# Fine Molds Tie Fighter



## Tim Nolan (Jul 9, 2008)

I've started this little bugger. Nice kit, but man are the parts small! 








I did multiple colors of black, then drybrushed with some grey and silver to bring up the high spots. The interior decals wear a bit of a bear, but they really make it look nice. The pilot decals require a neutron microscope to apply....








I added a single red 1.8mm LED in the back to light the cockpit. Gives a cool glow when it's lit! I used a thin piece of plastic tubing to run the wires down thru the base to a battery underneath.
















The detail on these kits is fantastic! I started drybrushing the hull parts with some dilluted gray and black over the light gray basecoat.


----------



## Xenodyssey (Aug 27, 2008)

Really nice effect with the lighting in the cockpit.


----------



## kdaracal (Jan 24, 2009)

Nice job, Tim. As usual. Thanks for the post. And the pics!


----------



## mikephys (Mar 16, 2005)

Nice detail work on the tiny pilot!


----------



## Model Man (Oct 1, 2007)

This is the first time I've seen this kit close up. Those details are great. Nice work so far. Looks like it goes together easily. I must get some to go w/ my SS Ties.

One notion comes to mind- would a uv led in the cp light up just the red details and leave the black walls black? Probably not...

Do you have a shot of the inner walls before they went together?

Thanks for sharing!


----------



## geino (May 9, 2006)

Nice work. I just got one last week from Target clearance sale. Can you show us or tell us exactly where you put the led?

I am considering lighting mine up - including fiber optic for the engines and weapons.


----------



## Tim Nolan (Jul 9, 2008)

I drilled thru the bottom of the cockpit floor right behind the pilot seat, so you can't see it. I used a 1.8mm (has a tiny dimple that fits in hole) red LED. 
The LED, resistor, and some short wiring fit under the floor panel, and has enough clearance for the bottom of the ship to fit over. I drilled a tiny hole for the very thin ribbon strands of wire to run out of. They feed into a slim piece of plastruct tubing, which I painted the same color as the tower panels. (I thought it might look like a fuel line or something...) Sorry, I didn't photograph the the wiring, I didn't think it would interest anyone! (It's very basic, anyone can do it) Last night, I made (4) legs for the base to sit up on, to elevate it enough for a 9V battery to sit under. I'll either paint the battery flat black or make a box for it to hide it. A micro-switch will be located on the rear of the base. I'm almost done with the actual build, just a few details and finish the wiring up. I'll post some pics when done! Oh, and I don't have photos of the unglued walls. I will tell you, there are (8) decals that apply to the inside walls. The "slices" connect to cover the entire wall. Very small, very finicky, but worth some effort with a micro-tweez and a Q-tip. You couldn't paint the detail by hand that they offer!


----------



## Tim Nolan (Jul 9, 2008)

Here's a few pictures of how I wired it, although I sealed up the bottom of the ship itself without taking any pics unfortunately!

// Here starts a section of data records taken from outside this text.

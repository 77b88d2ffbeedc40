/* SPDX-License-Identifier: BSD-3-Clause */
/* test_rng.c - facts about the pseudo-random generator (rng.h): known outputs, ranges, moments. */
#include <math.h>
#include <stdint.h>
#include "check.h"
#include "schrot/rng.h"

/*
 * xoshiro256** from the state {1, 2, 3, 4}: the first ten outputs of the reference algorithm
 * (Blackman & Vigna, ACM TOMS 47(4), 36 (2021)). The list is the one the rand_xoshiro crate's
 * tests use (from memory); an independent Python implementation gives the same ten numbers.
 */
static void test_rng__xoshiro256starstar_matches_reference_outputs(void)
{
	static const uint64_t want[10] = { 11520u, 0u, 1509978240u, 1215971899390074240u, 1216172134540287360u,
					   607988272756665600u, 16172922978634559625u, 8476171486693032832u,
					   10595114339597558777u, 2904607092377533576u };
	struct sch_rng r = { { 1, 2, 3, 4 } };

	for (int i = 0; i < 10; i++)
		CHECK(sch_rng_next(&r) == want[i]);
}

/*
 * Seeding: the state is splitmix64's output from seed ^ stream * 0x9e3779b97f4a7c15. For seed 0,
 * stream 0 the first splitmix64 outputs are 0xe220a8397b1dcdaf, 0x6e789e6aa1b965f4,
 * 0x06c45d188009454f (S. Vigna's reference splitmix64.c; values from memory, confirmed by an
 * independent Python implementation).
 */
static void test_rng__seeding_is_splitmix64(void)
{
	struct sch_rng r;

	sch_rng_init(&r, 0, 0);
	CHECK(r.s[0] == 0xe220a8397b1dcdafull);
	CHECK(r.s[1] == 0x6e789e6aa1b965f4ull);
	CHECK(r.s[2] == 0x06c45d188009454full);
	/* seed 1, stream 0 and seed 42, stream 3 (independent Python implementation) */
	sch_rng_init(&r, 1, 0);
	CHECK(sch_rng_next(&r) == 0xb3f2af6d0fc710c5ull);
	CHECK(sch_rng_next(&r) == 0x853b559647364ceaull);
	sch_rng_init(&r, 42, 3);
	CHECK(sch_rng_next(&r) == 0x6a415ec317ec9285ull);
}

static void test_rng__same_seed_same_numbers_other_stream_other_numbers(void)
{
	struct sch_rng a, b, c;
	int same = 0;

	sch_rng_init(&a, 7, 0);
	sch_rng_init(&b, 7, 0);
	sch_rng_init(&c, 7, 1);
	for (int i = 0; i < 1000; i++) {
		uint64_t x = sch_rng_next(&a);
		CHECK(x == sch_rng_next(&b));
		same += x == sch_rng_next(&c);
	}
	CHECK(same == 0);
}

static void test_rng__uniform_stays_inside_the_open_interval(void)
{
	struct sch_rng r;
	double sum = 0, lo = 1, hi = 0;
	const int n = 1000000;

	sch_rng_init(&r, 3, 0);
	for (int i = 0; i < n; i++) {
		double u = sch_rng_uniform(&r);
		sum += u;
		lo = fmin(lo, u);
		hi = fmax(hi, u);
	}
	CHECK(lo > 0 && hi < 1);
	/* mean 1/2, sd of the mean sqrt(1/12/n) = 2.9e-4: five of them */
	CHECK(fabs(sum / n - 0.5) < 5 * sqrt(1.0 / 12 / n));
}

/* Sample mean and variance of n draws of f. */
static void moments(double (*f)(struct sch_rng *, double), double arg, int n, double *mean, double *var)
{
	struct sch_rng r;
	double s = 0, s2 = 0;

	sch_rng_init(&r, 11, 5);
	for (int i = 0; i < n; i++) {
		double x = f(&r, arg);
		s += x;
		s2 += x * x;
	}
	*mean = s / n;
	*var = (s2 - s * s / n) / (n - 1);
}

static double poisson_draw(struct sch_rng *r, double mean)
{
	return (double)sch_rng_poisson(r, mean);
}

/*
 * Poisson draws: mean = variance = N (CHECK-VALUES.md N1, "standard Poisson properties"),
 * within five standard errors: sd(mean) = sqrt(N/n), sd(var) = sqrt((N + 2N^2)/n).
 */
static void test_rng__poisson_mean_equals_variance(void)
{
	static const double means[] = { 0.3, 1, 4, 9.5, 10.5, 30, 100, 1e4, 1e7 };
	const int n = 400000;

	for (size_t k = 0; k < sizeof(means) / sizeof(means[0]); k++) {
		double mu = means[k], m, v;
		moments(poisson_draw, mu, n, &m, &v);
		CHECK(fabs(m - mu) < 5 * sqrt(mu / n));
		CHECK(fabs(v - mu) < 5 * sqrt((mu + 2 * mu * mu) / n));
	}
}

/* P(0) = e^-N: CHECK-VALUES.md N2, e^-1 = 0.36787944117144233 (GSL gsl_ran_poisson_pdf(0, 1)). */
static void test_rng__poisson_zero_fraction_is_exp_minus_n(void)
{
	struct sch_rng r;
	const int n = 1000000;
	int zeros = 0;
	const double p = 0.36787944117144233;

	sch_rng_init(&r, 5, 0);
	for (int i = 0; i < n; i++)
		zeros += sch_rng_poisson(&r, 1.0) == 0;
	CHECK(fabs((double)zeros / n - p) < 5 * sqrt(p * (1 - p) / n));
	CHECK(sch_rng_poisson(&r, 0.0) == 0);
	CHECK(sch_rng_poisson(&r, -1.0) == 0);
}

static double gamma_draw(struct sch_rng *r, double shape)
{
	return sch_rng_gamma(r, shape);
}

/* Gamma(shape, 1): mean = variance = shape (Marsaglia & Tsang 2000, section 1). */
static void test_rng__gamma_mean_and_variance_equal_the_shape(void)
{
	static const double shapes[] = { 0.2, 0.5, 1, 3, 50 };
	const int n = 400000;

	for (size_t k = 0; k < sizeof(shapes) / sizeof(shapes[0]); k++) {
		double a = shapes[k], m, v;
		moments(gamma_draw, a, n, &m, &v);
		/* sd(mean) = sqrt(a/n); sd(var) = sqrt((mu4 - a^2)/n), mu4 = 3a^2 + 6a */
		CHECK(fabs(m - a) < 5 * sqrt(a / n));
		CHECK(fabs(v - a) < 5 * sqrt((2 * a * a + 6 * a) / n));
	}
	{
		struct sch_rng r;
		sch_rng_init(&r, 1, 1);
		CHECK(sch_rng_gamma(&r, 0) == 0);
	}
}

static double normal_draw(struct sch_rng *r, double unused)
{
	(void)unused;
	return sch_rng_normal(r);
}

static double exponential_draw(struct sch_rng *r, double unused)
{
	(void)unused;
	return sch_rng_exponential(r);
}

static void test_rng__normal_and_exponential_moments(void)
{
	const int n = 400000;
	double m, v;

	moments(normal_draw, 0, n, &m, &v);
	CHECK(fabs(m) < 5 * sqrt(1.0 / n));
	CHECK(fabs(v - 1) < 5 * sqrt(2.0 / n));
	moments(exponential_draw, 0, n, &m, &v);
	CHECK(fabs(m - 1) < 5 * sqrt(1.0 / n));
	CHECK(fabs(v - 1) < 5 * sqrt(8.0 / n));
}

CHECK_MAIN(CASE(test_rng__xoshiro256starstar_matches_reference_outputs), CASE(test_rng__seeding_is_splitmix64),
	   CASE(test_rng__same_seed_same_numbers_other_stream_other_numbers),
	   CASE(test_rng__uniform_stays_inside_the_open_interval), CASE(test_rng__poisson_mean_equals_variance),
	   CASE(test_rng__poisson_zero_fraction_is_exp_minus_n), CASE(test_rng__gamma_mean_and_variance_equal_the_shape),
	   CASE(test_rng__normal_and_exponential_moments))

You can see here a small piece of plastruct tubing run up the back of the tower. I painted it to match.








I made (4) small legs to elevate the base enough to fit a 9V battery underneath. I painted the battery flat black to hide it also. The microswitch is on the backside of the baseplate.








How cheezy is this?! LOL. I used a couple rubber bands to hold the battery in place. Reminds me of some of those old Lindberg motorized kits I built as a kid! (hey, it worked then too, so what the heck!)








I'm almost done. I have to mask off and airbrush the ribs on the clear parts this weekend.


----------



## MML (Apr 20, 2008)

Excellent work Tim! I've just started three of these in one go, (2 fighters & 1 interceptor); they're fantastic little kits, very small but brilliantly engineered!


----------